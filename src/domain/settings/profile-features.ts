import { z } from "zod";
import { MAX_FEATURE_LABEL_LENGTH, MAX_FEATURE_TEXT_LENGTH, MAX_FEATURES } from "./profile-bounds";

const label = z.string().trim().min(1).max(MAX_FEATURE_LABEL_LENGTH);

/** A switch, number or text of the device, written down in the person's own words. */
export const featureSchema = z.discriminatedUnion("kind", [
  z.object({ label, kind: z.literal("switch"), value: z.boolean() }),
  z.object({ label, kind: z.literal("number"), value: z.number() }),
  z.object({ label, kind: z.literal("text"), value: z.string().max(MAX_FEATURE_TEXT_LENGTH) }),
]);

export type Feature = z.infer<typeof featureSchema>;

/** Every label once: a difference between two profiles matches features by label. */
export const featuresSchema = z
  .array(featureSchema)
  .max(MAX_FEATURES)
  .superRefine((features, context) => {
    const seen = new Set<string>();
    for (const [index, feature] of features.entries()) {
      if (seen.has(feature.label)) {
        context.addIssue({ code: "custom", path: [index, "label"], message: "this label is used twice" });
      }
      seen.add(feature.label);
    }
  });
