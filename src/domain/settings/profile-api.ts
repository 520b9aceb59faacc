import type { ApiProfile } from "./profile-api-schema";
import { settingsProfileSchema, type SettingsProfile } from "./profile";
import { microMgDlPerUnitFrom, sensitivityIn } from "./sensitivity-unit";

const thousandths = (value: number) => Math.round(value * 1000);
const thousandthsOrNull = (value: number | null) => (value === null ? null : thousandths(value));
const decimal = (value: number) => value / 1000;
const decimalOrNull = (value: number | null) => (value === null ? null : decimal(value));

/** From the interface's numbers to stored integers. */
export function profileFromApi(api: ApiProfile): SettingsProfile {
  const { maxBasalUnitsPerHour, maxBolusUnits, maxInsulinOnBoardUnits } = api.limits;
  return settingsProfileSchema.parse({
    ...api,
    basal: api.basal.map(({ startMinute, unitsPerHour }) => ({
      startMinute,
      milliUnitsPerHour: thousandths(unitsPerHour),
    })),
    carbRatio: api.carbRatio.map(({ startMinute, gramsPerUnit }) => ({
      startMinute,
      milligramsPerUnit: thousandths(gramsPerUnit),
    })),
    sensitivity: api.sensitivity.map(({ startMinute, mgDlPerUnit }) => ({
      startMinute,
      microMgDlPerUnit: microMgDlPerUnitFrom(mgDlPerUnit, "mg/dL"),
    })),
    limits: {
      maxBasalMilliUnitsPerHour: thousandthsOrNull(maxBasalUnitsPerHour),
      maxBolusMilliUnits: thousandthsOrNull(maxBolusUnits),
      maxInsulinOnBoardMilliUnits: thousandthsOrNull(maxInsulinOnBoardUnits),
    },
  });
}

/** From stored integers to the interface's numbers; the inverse of `profileFromApi`. */
export function profileToApi(profile: SettingsProfile): ApiProfile {
  const { maxBasalMilliUnitsPerHour, maxBolusMilliUnits, maxInsulinOnBoardMilliUnits } = profile.limits;
  return {
    basal: profile.basal.map(({ startMinute, milliUnitsPerHour }) => ({
      startMinute,
      unitsPerHour: decimal(milliUnitsPerHour),
    })),
    carbRatio: profile.carbRatio.map(({ startMinute, milligramsPerUnit }) => ({
      startMinute,
      gramsPerUnit: decimal(milligramsPerUnit),
    })),
    sensitivity: profile.sensitivity.map(({ startMinute, microMgDlPerUnit: micro }) => ({
      startMinute,
      mgDlPerUnit: sensitivityIn(micro, "mg/dL"),
    })),
    target: profile.target.map((block) => ({ ...block })),
    durationOfActionMinutes: profile.durationOfActionMinutes,
    limits: {
      maxBasalUnitsPerHour: decimalOrNull(maxBasalMilliUnitsPerHour),
      maxBolusUnits: decimalOrNull(maxBolusMilliUnits),
      maxInsulinOnBoardUnits: decimalOrNull(maxInsulinOnBoardMilliUnits),
    },
    features: profile.features.map((feature) => ({ ...feature })),
  };
}
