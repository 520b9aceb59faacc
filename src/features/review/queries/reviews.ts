import "server-only";
import { findJournal } from "@/db/repositories/journals";
import { listRollups } from "@/db/repositories/rollups";
import { listReviews } from "@/db/repositories/version-reviews";
import { findVersion, listProposed } from "@/db/repositories/versions";
import { findAccount } from "@/db/repositories/accounts";
import { authorize, requireUser } from "@/domain/access/policy";
import { activeFraction } from "@/domain/comparison/day-series";
import { dayNumberOf } from "@/domain/day-start";
import { AppError } from "@/domain/errors";
import { isoDayOf } from "@/domain/iso-day";
import { profileDifference } from "@/domain/settings/difference";
import { differenceLines } from "@/domain/settings/difference-text";
import type { StartingProfileAnswer } from "@/domain/settings/starting-answer";
import { recordRead } from "@/lib/access";
import type { Context } from "@/lib/context";
import { reviewPageInput } from "../schema";

const DATA_DAYS = 14;

/** Proposals that wait for this educator, longest first, with lows and gate reasons marked. */
export async function reviewQueue(ctx: Context) {
  authorize(ctx.actor, "review.list");
  const actor = requireUser(ctx.actor);
  const journalIds = actor.grants.filter((g) => g.role === "educator").map((g) => g.journalId);
  const waiting = await listProposed(ctx.db, journalIds);
  return {
    isLicensed: actor.isLicensed,
    waiting: await Promise.all(
      waiting.map(async (version) => {
        const journal = await findJournal(ctx.db, version.journalId);
        const owner = journal ? await findAccount(ctx.db, journal.ownerId) : undefined;
        const figures = journal ? await lastDays(ctx, journal.id, journal.timeZone) : null;
        return {
          journalId: version.journalId, number: version.number, kind: version.kind, since: version.stateSince,
          personName: owner?.displayName ?? "", hasLows: (figures?.below70Fraction ?? 0) >= 0.04, gateReasons: journal?.gateReasons ?? [],
        };
      }),
    ),
  };
}

/** Everything an educator needs for one decision, on one page. @throws {AppError} NOT_FOUND, FORBIDDEN */
export async function reviewPage(ctx: Context, input: { journalId: string; number: number | string }) {
  const { journalId, number } = reviewPageInput.parse(input);
  authorize(ctx.actor, "version.review", journalId);
  const journal = await findJournal(ctx.db, journalId);
  const version = await findVersion(ctx.db, journalId, number);
  if (!journal || !version) throw new AppError("NOT_FOUND", `version ${number}`);
  const parent = version.parentNumber === null ? undefined : await findVersion(ctx.db, journalId, version.parentNumber);
  const owner = await findAccount(ctx.db, journal.ownerId);
  await recordRead(ctx, journalId, `proposal of version ${number}`);
  return {
    journal, version, parent: parent ?? null,
    personName: owner?.displayName ?? "",
    lines: parent ? differenceLines(profileDifference(parent.profile, version.profile), journal.glucoseUnit) : [],
    arithmetic: (version.arithmetic ?? null) as StartingProfileAnswer | null,
    figures: await lastDays(ctx, journalId, journal.timeZone),
    reviews: (await listReviews(ctx.db, journalId)).filter((r) => r.number === number),
  };
}

export type ReviewView = Awaited<ReturnType<typeof reviewPage>>;

/** The last days' figures, with how much of them there is. */
async function lastDays(ctx: Context, journalId: string, zone: string) {
  const today = dayNumberOf(isoDayOf(ctx.now(), zone));
  const rows = await listRollups(ctx.db, journalId, "day", today - DATA_DAYS, today - 1);
  const readings = rows.reduce((sum, r) => sum + r.readings, 0);
  const share = (bands: number[]) => (readings === 0 ? null : rows.reduce((sum, r) => sum + bands.reduce((s, b) => s + (r.bandCounts[b] ?? 0), 0), 0) / readings);
  return {
    days: rows.filter((r) => activeFraction(r) >= 0.7).length,
    meanMgDl: readings === 0 ? null : rows.reduce((sum, r) => sum + r.sumMgDl, 0) / readings,
    inRangeFraction: share([2]), below70Fraction: share([0, 1]), below54Fraction: share([0]),
  };
}
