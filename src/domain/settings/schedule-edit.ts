import { AppError } from "@/domain/errors";
import { assertSchedule, blockAt, MINUTES_PER_DAY, type Block, type Schedule } from "./schedule";

function inOrder<B extends Block>(blocks: B[]): B[] {
  return blocks.toSorted((a, b) => a.startMinute - b.startMinute);
}

function checked<B extends Block>(blocks: B[]): B[] {
  assertSchedule(blocks);
  return blocks;
}

/**
 * A new block, which holds until the next one starts.
 *
 * @throws {AppError} INVALID_INPUT when a block starts there already
 */
export function addBlock<B extends Block>(schedule: Schedule<B>, block: B): B[] {
  return checked(inOrder([...schedule, block]));
}

/**
 * Cut a block in two; both halves keep its value.
 *
 * @throws {AppError} INVALID_INPUT when a block starts there already
 */
export function splitBlock<B extends Block>(schedule: Schedule<B>, atMinute: number): B[] {
  return addBlock(schedule, { ...blockAt(schedule, atMinute), startMinute: atMinute });
}

function indexOfStart(schedule: Schedule<Block>, startMinute: number): number {
  const index = schedule.findIndex((block) => block.startMinute === startMinute);
  if (index === -1) throw new AppError("NOT_FOUND", `no block starts at minute ${startMinute}`);
  if (index === 0) throw new AppError("INVALID_INPUT", "the first block stays at minute 0");
  return index;
}

/**
 * Let the block before run on over this one.
 *
 * @throws {AppError} NOT_FOUND when no block starts there; INVALID_INPUT for the first block
 */
export function mergeBlock<B extends Block>(schedule: Schedule<B>, startMinute: number): B[] {
  return checked(schedule.toSpliced(indexOfStart(schedule, startMinute), 1));
}

/**
 * Let a block start earlier or later, between its neighbours.
 *
 * @throws {AppError} NOT_FOUND when no block starts there; INVALID_INPUT for the first block
 *   or when the new start meets or passes a neighbour
 */
export function moveBlock<B extends Block>(schedule: Schedule<B>, startMinute: number, newStartMinute: number): B[] {
  const index = indexOfStart(schedule, startMinute);
  return checked(schedule.map((block, i) => (i === index ? { ...block, startMinute: newStartMinute } : block)));
}

/**
 * Set a value for part of the day and leave the rest as it was.
 *
 * @param fromMinute first minute of the part, 0 to 1439
 * @param toMinute   first minute after it, up to 1440
 * @param change     from the block in force to the new one; its start is kept by this function
 * @throws {AppError} INVALID_RANGE unless fromMinute < toMinute, both inside the day
 */
export function changeSpan<B extends Block>(
  schedule: Schedule<B>,
  fromMinute: number,
  toMinute: number,
  change: (block: B) => B,
): B[] {
  if (!(fromMinute >= 0 && fromMinute < toMinute && toMinute <= MINUTES_PER_DAY)) {
    throw new AppError("INVALID_RANGE", `minutes ${fromMinute} to ${toMinute} of the day`);
  }
  const cuts = new Set(schedule.map((block) => block.startMinute)).add(fromMinute);
  if (toMinute < MINUTES_PER_DAY) cuts.add(toMinute);
  const blocks = [...cuts].map((startMinute) => {
    const block = blockAt(schedule, startMinute);
    const isInside = fromMinute <= startMinute && startMinute < toMinute;
    return { ...(isInside ? change(block) : block), startMinute };
  });
  return checked(inOrder(blocks));
}
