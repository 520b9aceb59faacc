import { describe, expect, it } from "vitest";
import { CHANGE_REASONS } from "./change-reason";
import { CHECK_TEXTS } from "./check-texts";
import { EXPECTED_DIRECTIONS, EXPECTED_OUTCOMES, EXPECTED_WINDOWS } from "./expectation";
import { backUpDoses } from "./fallback";
import { FAMILY_FACTS } from "./family";
import { estimateDailyDose } from "./daily-dose";
import { gateDoseReasons } from "./gate-dose";
import { GATE_CLOSED_TEXT, GATE_QUESTIONS } from "./gate-questions";
import { GUARDRAILS } from "./guardrail-table";
import { METHODS } from "./methods";
import { PUBLISHED_TARGETS, STARTING_TARGET } from "./starting-target";

/** Words the product never uses as its own (content.md 8). */
const NEVER =
  /\b(best|worst|wrong|failed|good|bad|control|controlled|compliant|cheat|safe|should|increase|reduce|take|give|try|recommended)\b|!/i;

/** The question on tablets is quoted from content.md 7, where a person is asked what they take. */
const QUESTIONS = Object.entries(GATE_QUESTIONS).filter(([code]) => code !== "sglt2Inhibitor");

const SENTENCES: string[] = [
  ...Object.values(CHECK_TEXTS),
  ...Object.values(GUARDRAILS).map(({ text }) => text),
  ...Object.values(CHANGE_REASONS),
  ...[EXPECTED_DIRECTIONS, EXPECTED_OUTCOMES, EXPECTED_WINDOWS].flatMap((list) => Object.values(list)),
  ...Object.values(FAMILY_FACTS).map(({ label }) => label),
  ...QUESTIONS.flatMap(([, { question, reason }]) => [question, reason]),
  GATE_QUESTIONS.sglt2Inhibitor.reason,
  GATE_CLOSED_TEXT,
  ...gateDoseReasons(estimateDailyDose(40, { route: "injections", dailyDoseUnits: 120 })).map(({ text }) => text),
  ...backUpDoses([{ startMinute: 0, milliUnitsPerHour: 750 }], 40).map(({ label }) => label),
  ...METHODS.map(({ label }) => label),
  ...PUBLISHED_TARGETS.map(({ label }) => label),
  STARTING_TARGET.label,
];

describe("words about settings", () => {
  it("finds such a word when there is one", () => {
    expect("You should take 4 units!").toMatch(NEVER);
    expect("A safety check of a controller").not.toMatch(NEVER);
  });

  it.each([...new Set(SENTENCES)])("%s", (sentence) => {
    expect(sentence).not.toMatch(NEVER);
    expect(sentence.trim()).toBe(sentence);
    expect(sentence).not.toBe("");
  });
});
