import { AppError } from "@/domain/errors";
import { FAMILY_FACTS, type SettingFamily } from "./family";
import { compare, fraction, fractionOf, over, times, type Fraction } from "./fraction";

export type RoundingDirection = "down" | "up" | "nearest";

/** A rounding is always named: which way, to multiples of which step. */
export type Rounding = Readonly<{ direction: RoundingDirection; step: Fraction }>;

/** The largest integer that is not above the value. */
function floor({ numerator, denominator }: Fraction): bigint {
  const quotient = numerator / denominator;
  return numerator % denominator < 0n ? quotient - 1n : quotient;
}

/**
 * Round to a whole number of steps, exactly. A value that already lies on a
 * step is never moved. "nearest" sends a half up.
 *
 * @throws {AppError} INVALID_RANGE unless the step is above zero
 */
export function roundToStep(value: Fraction, { direction, step }: Rounding): Fraction {
  if (compare(step, fractionOf(0)) <= 0) throw new AppError("INVALID_RANGE", "a rounding step must be above zero");
  const steps = over(value, step);
  const below = floor(steps);
  const isOnStep = steps.denominator === 1n;
  const isUpperHalf = compare(steps, fraction(2n * below + 1n, 2n)) >= 0;
  const goesUp = !isOnStep && (direction === "up" || (direction === "nearest" && isUpperHalf));
  return times(fraction(goesUp ? below + 1n : below, 1n), step);
}

/**
 * The product's own rounding: only ever to the side of less insulin. Basal and
 * limits go down; ratio, sensitivity, target and duration go up (settings.md 3.2).
 *
 * @throws {AppError} INVALID_INPUT for a family that has no weaker side
 */
export function weakerRounding(family: SettingFamily, step: Fraction): Rounding {
  const { strongerWhen } = FAMILY_FACTS[family];
  if (strongerWhen === "unknown") throw new AppError("INVALID_INPUT", `${family} has no weaker side`);
  return { direction: strongerWhen === "higher" ? "down" : "up", step };
}

/**
 * The rounding a published page used for its own printed figure. Sources differ,
 * some towards more insulin, so this serves to check a worked example against
 * its page and nothing else (settings.md 2).
 */
export function publishedRounding(direction: RoundingDirection, step: number): Rounding {
  return { direction, step: fractionOf(step) };
}
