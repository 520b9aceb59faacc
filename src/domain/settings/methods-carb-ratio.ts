import { methodTable, type Method } from "./method";

const KURODA_2012_DIABETES = "Kuroda 2012, Diabetes Technol Ther 14:1077";
const KING_ADA_2019 = "King, ADA 2019, abstract 1108-P";
const KING_2012_DIABETES = "King 2012, Diabetes Technol Ther, dia.2012.0104";
const PMC5478012 = "PMC5478012";
const ISPAD_2018_AND = "ISPAD 2018 and 2022";
const ISPAD = "ISPAD";

/**
 * Carb ratio in grams for one unit: settings.md 1.5. A larger number means less
 * insulin for a meal. The three figures of 201 children whose original was not seen
 * are left out on purpose.
 */
export const CARB_RATIO_METHODS: ReadonlyArray<Method> = methodTable("carbRatio", [
  ["ratio-500", "500 / TDD", [{ constant: 500, over: ["totalDailyDose"] }], "adult",
    "ICMR guidelines 2022; PMC10563601; Royal Children's Hospital Melbourne", "R"],
  ["ratio-450", "450 / TDD", [{ constant: 450, over: ["totalDailyDose"] }], "adult", "PMC10563601, table 3", "R"],
  ["ratio-400", "400 / TDD", [{ constant: 400, over: ["totalDailyDose"] }], "adult", "UK pump e-learning, insulin to carbohydrate ratio", "R"],
  ["ratio-441", "441 / TDD", [{ constant: 441, over: ["totalDailyDose"] }], "adult", "Davidson 2008", "S"],
  ["ratio-300-breakfast", "300 / TDD at breakfast", [{ constant: 300, over: ["totalDailyDose"] }], "adult", KURODA_2012_DIABETES, "S"],
  ["ratio-400-lunch-dinner", "400 / TDD at lunch and dinner", [{ constant: 400, over: ["totalDailyDose"] }], "adult", KURODA_2012_DIABETES, "S"],
  ["ratio-314", "314 / TDD", [{ constant: 314, over: ["totalDailyDose"] }], "adult", KING_ADA_2019, "A"],
  ["ratio-106-basal", "106 / basal of a day", [{ constant: 106, over: ["basalDailyDose"] }], "adult", KING_ADA_2019, "A"],
  ["ratio-217-plus-3", "217 / TDD + 3", [{ constant: 217, over: ["totalDailyDose"] }, { constant: 3 }], "adult",
    "King and Armstrong 2007, J Diabetes Sci Technol 1:42", "A"],
  ["ratio-2.6-pounds", "2.6 x pounds / TDD", [{ constant: 2.6, times: ["weightPounds"], over: ["totalDailyDose"] }], "adult",
    "Walsh 2010 and 2011", "S"],
  ["ratio-2.8-pounds", "2.8 x pounds / TDD", [{ constant: 2.8, times: ["weightPounds"], over: ["totalDailyDose"] }], "adult", "Davidson 2003", "S"],
  ["ratio-6-kg", "6 x kg / TDD", [{ constant: 6, times: ["weightKg"], over: ["totalDailyDose"] }], "adult", "AACE", "M"],
  ["ratio-450-regular", "450 / TDD", [{ constant: 450, over: ["totalDailyDose"] }], "regular-insulin",
    "ICMR guidelines for type 1 diabetes 2022, insulin chapter", "R"],
  ["ratio-365-type-2", "365 / TDD", [{ constant: 365, over: ["totalDailyDose"] }], "type-2", KING_2012_DIABETES, "A"],
  ["ratio-126-basal-type-2", "126 / basal of a day", [{ constant: 126, over: ["basalDailyDose"] }], "type-2", KING_2012_DIABETES, "A"],
  ["ratio-300-child", "300 / TDD, younger children or under 1 U for each kg", [{ constant: 300, over: ["totalDailyDose"] }], "child",
    "Royal Children's Hospital Melbourne", "R"],
  ["ratio-211-child-breakfast", "211 / TDD at breakfast, as measured at 2 to 10 years", [{ constant: 211, over: ["totalDailyDose"] }], "child",
    PMC5478012, "A"],
  ["ratio-434-child-other-meals", "434 / TDD at other meals, as measured at 2 to 10 years", [{ constant: 434, over: ["totalDailyDose"] }], "child",
    PMC5478012, "A"],
  ["ratio-330-preschool", "330 / TDD before school age", [{ constant: 330, over: ["totalDailyDose"] }], "child", ISPAD_2018_AND, "M"],
  ["ratio-250-preschool-breakfast", "250 / TDD at breakfast before school age", [{ constant: 250, over: ["totalDailyDose"] }], "child",
    ISPAD_2018_AND, "M"],
  ["ratio-300-breakfast-child", "300 / TDD at breakfast, low end of 300 to 350", [{ constant: 300, over: ["totalDailyDose"] }], "child", ISPAD, "M"],
  ["ratio-350-breakfast-child", "350 / TDD at breakfast, high end of 300 to 350", [{ constant: 350, over: ["totalDailyDose"] }], "child", ISPAD, "M"],
]);
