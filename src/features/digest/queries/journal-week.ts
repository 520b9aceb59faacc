import "server-only";
import { DIGEST_READ, findLastLook } from "@/db/repositories/access-log";
import { findAccount } from "@/db/repositories/accounts";
import { listOpenQuestions } from "@/db/repositories/comments";
import { findJournal } from "@/db/repositories/journals";
import { listVersions, type VersionRow } from "@/db/repositories/versions";
import { addUpGlucoseDays, countLoggedDays } from "@/db/repositories/week-figures";
import { subjectText } from "@/domain/access/comment-place";
import { readableSubjects } from "@/domain/access/comment-subject";
import { authorize, can, type Action, type Actor, type Grant } from "@/domain/access/policy";
import { dayNumberOf, dayStart } from "@/domain/day-start";
import { isoDayOf } from "@/domain/iso-day";
import { followUpsOf } from "@/domain/digest/follow-ups";
import { versionNews } from "@/domain/digest/version-news";
import type { FindingOf, GlucoseShares, JournalWeek } from "@/domain/digest/week";
import { recordRead } from "@/lib/access";
import type { Context } from "@/lib/context";

/** Findings told of one journal at most: the present version and what it replaced. */
const FINDINGS_AT_MOST = 4;
const MINUTES_PER_DAY = 1440;

export type WeekInput = Readonly<{
  reader: Extract<Actor, { type: "user" }>;
  readerZone: string;
  grant: Grant;
  /** The seven civil days, as ISO dates, and the day after them. */
  from: string;
  to: string;
  today: string;
  areFindingsWanted: boolean;
}>;

/**
 * One journal over a week, cut to what both the reader may see and the caller
 * may read. Changes are told over the week, to a helper since their own last look.
 *
 * @returns `null` when the journal is gone
 */
export async function journalWeek(ctx: Context, input: WeekInput, findingOf: FindingOf): Promise<JournalWeek | null> {
  const { reader, readerZone: zone, grant: { journalId, role }, from, to, today } = input;
  authorize(ctx.actor, "journal.read", journalId);
  const journal = await findJournal(ctx.db, journalId);
  const owner = journal ? await findAccount(ctx.db, journal.ownerId) : undefined;
  if (!journal || !owner) return null;

  const may = (action: Action) => can(reader, action, journalId) && can(ctx.actor, action, journalId);
  const span = { from: dayStart(from, zone), until: dayStart(today, zone) };
  const look = role === "mentor" || role === "family" ? await findLastLook(ctx.db, journalId, reader.userId, ctx.now()) : null;
  const versions = may("version.read") ? await listVersions(ctx.db, journalId) : null;
  const told = may("comparison.read") && input.areFindingsWanted ? (versions ?? []).filter((version) => wasInEffect(version, span)) : [];
  await recordRead(ctx, journalId, `${DIGEST_READ}the week`);
  const questions = await listOpenQuestions(ctx.db, journalId, readableSubjects(reader, journalId), ctx.now());
  const week = may("glucose.read") ? await addUp(ctx, journalId, to, 7) : null;
  const fortnight = week && role === "educator" ? await addUp(ctx, journalId, to, 14) : null;

  return {
    journalId,
    name: journal.name,
    ownerName: owner.displayName,
    role,
    lookedOn: look ? isoDayOf(look, zone) : null,
    versions: versions && versionNews(versions, look ? { from: look, until: ctx.now() } : span, zone),
    findings: await findingsOf(journalId, told, findingOf),
    glucoseDays: week?.daysWithReadings ?? null,
    loggedDays: may("entry.read")
      ? await countLoggedDays(ctx.db, journalId, dayStart(from, journal.timeZone), dayStart(to, journal.timeZone, 1), journal.timeZone)
      : null,
    week: week?.shares ?? null,
    fortnight: fortnight?.shares ?? null,
    questions: questions
      .filter(({ authorId }) => authorId !== reader.userId)
      .map(({ authorName, subject, subjectKey }) => ({ askedBy: authorName, about: subjectText(subject, subjectKey) })),
    waiting: (versions ?? [])
      .filter(({ state }) => state === "proposed")
      .map(({ number, stateSince }) => ({ versionNumber: number, since: isoDayOf(stateSince, zone) }))
      .toSorted((a, b) => a.since.localeCompare(b.since)),
    followUps: followUpsOf(versions ?? [], today),
  };
}

function wasInEffect({ effectiveFrom, effectiveUntil, parentNumber }: VersionRow, span: { from: Date; until: Date }): boolean {
  if (!effectiveFrom || parentNumber === null) return false;
  return effectiveFrom < span.until && (effectiveUntil === null || effectiveUntil >= span.from);
}

async function findingsOf(journalId: string, versions: ReadonlyArray<VersionRow>, findingOf: FindingOf) {
  const found: { versionNumber: number; text: string }[] = [];
  for (const { number } of versions.slice(0, FINDINGS_AT_MOST)) {
    const text = await findingOf(journalId, number);
    if (text) found.push({ versionNumber: number, text });
  }
  return found;
}

async function addUp(ctx: Context, journalId: string, to: string, days: number): Promise<{ daysWithReadings: number; shares: GlucoseShares | null }> {
  const last = dayNumberOf(to);
  const sum = await addUpGlucoseDays(ctx.db, journalId, last - days + 1, last);
  if (sum.readings === 0) return { daysWithReadings: 0, shares: null };
  const shares = {
    days,
    inRangeFraction: sum.inRange / sum.readings,
    belowFraction: sum.below / sum.readings,
    coveredFraction: Math.min(1, sum.coveredMinutes / (days * MINUTES_PER_DAY)),
  };
  return { daysWithReadings: sum.days, shares };
}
-- -- --
#### PROBLEM STATEMENT
Give back exactly the lines of the listing, starting with the first and ending with the one bearing "filename src/domain/settings/profile-api.ts". Add no other lines.

#### EXPECTED OUTPUT
filename src/domain/settings/profile-features.ts
import { z } from "zod";
import { MAX_FEATURE_LABEL_LENGTH, MAX_FEATURE_TEXT_LENGTH, MAX_FEATURES } from "./profile-bounds";

const label = z.string().trim().min(1).max(MAX_FEATURE_LABEL_LENGTH);

/** A switch, number or text of the device, written down in the person's own words. */
export const featureSchema = z.discriminatedUnion("kind", [
  z.object({ label, kind: z.literal("switch"), value: z.boolean() }),
  z.object({ label, kind: z.literal("number"), value: z.number() }),
  z.object({ label, kind: z.literal("text"), value: z.string().max(MAX_FEATURE_TEXT_LENGTH) }),
]);

export type Feature = z.infer<typeof featureSchema>;

/** Every label once: a difference between two profiles matches features by label. */
export const featuresSchema = z
  .array(featureSchema)
  .max(MAX_FEATURES)
  .superRefine((features, context) => {
    const seen = new Set<string>();
    for (const [index, feature] of features.entries()) {
      if (seen.has(feature.label)) {
        context.addIssue({ code: "custom", path: [index, "label"], message: "this label is used twice" });
      }
      seen.add(feature.label);
    }
  });
filename src/domain/settings/profile-api.ts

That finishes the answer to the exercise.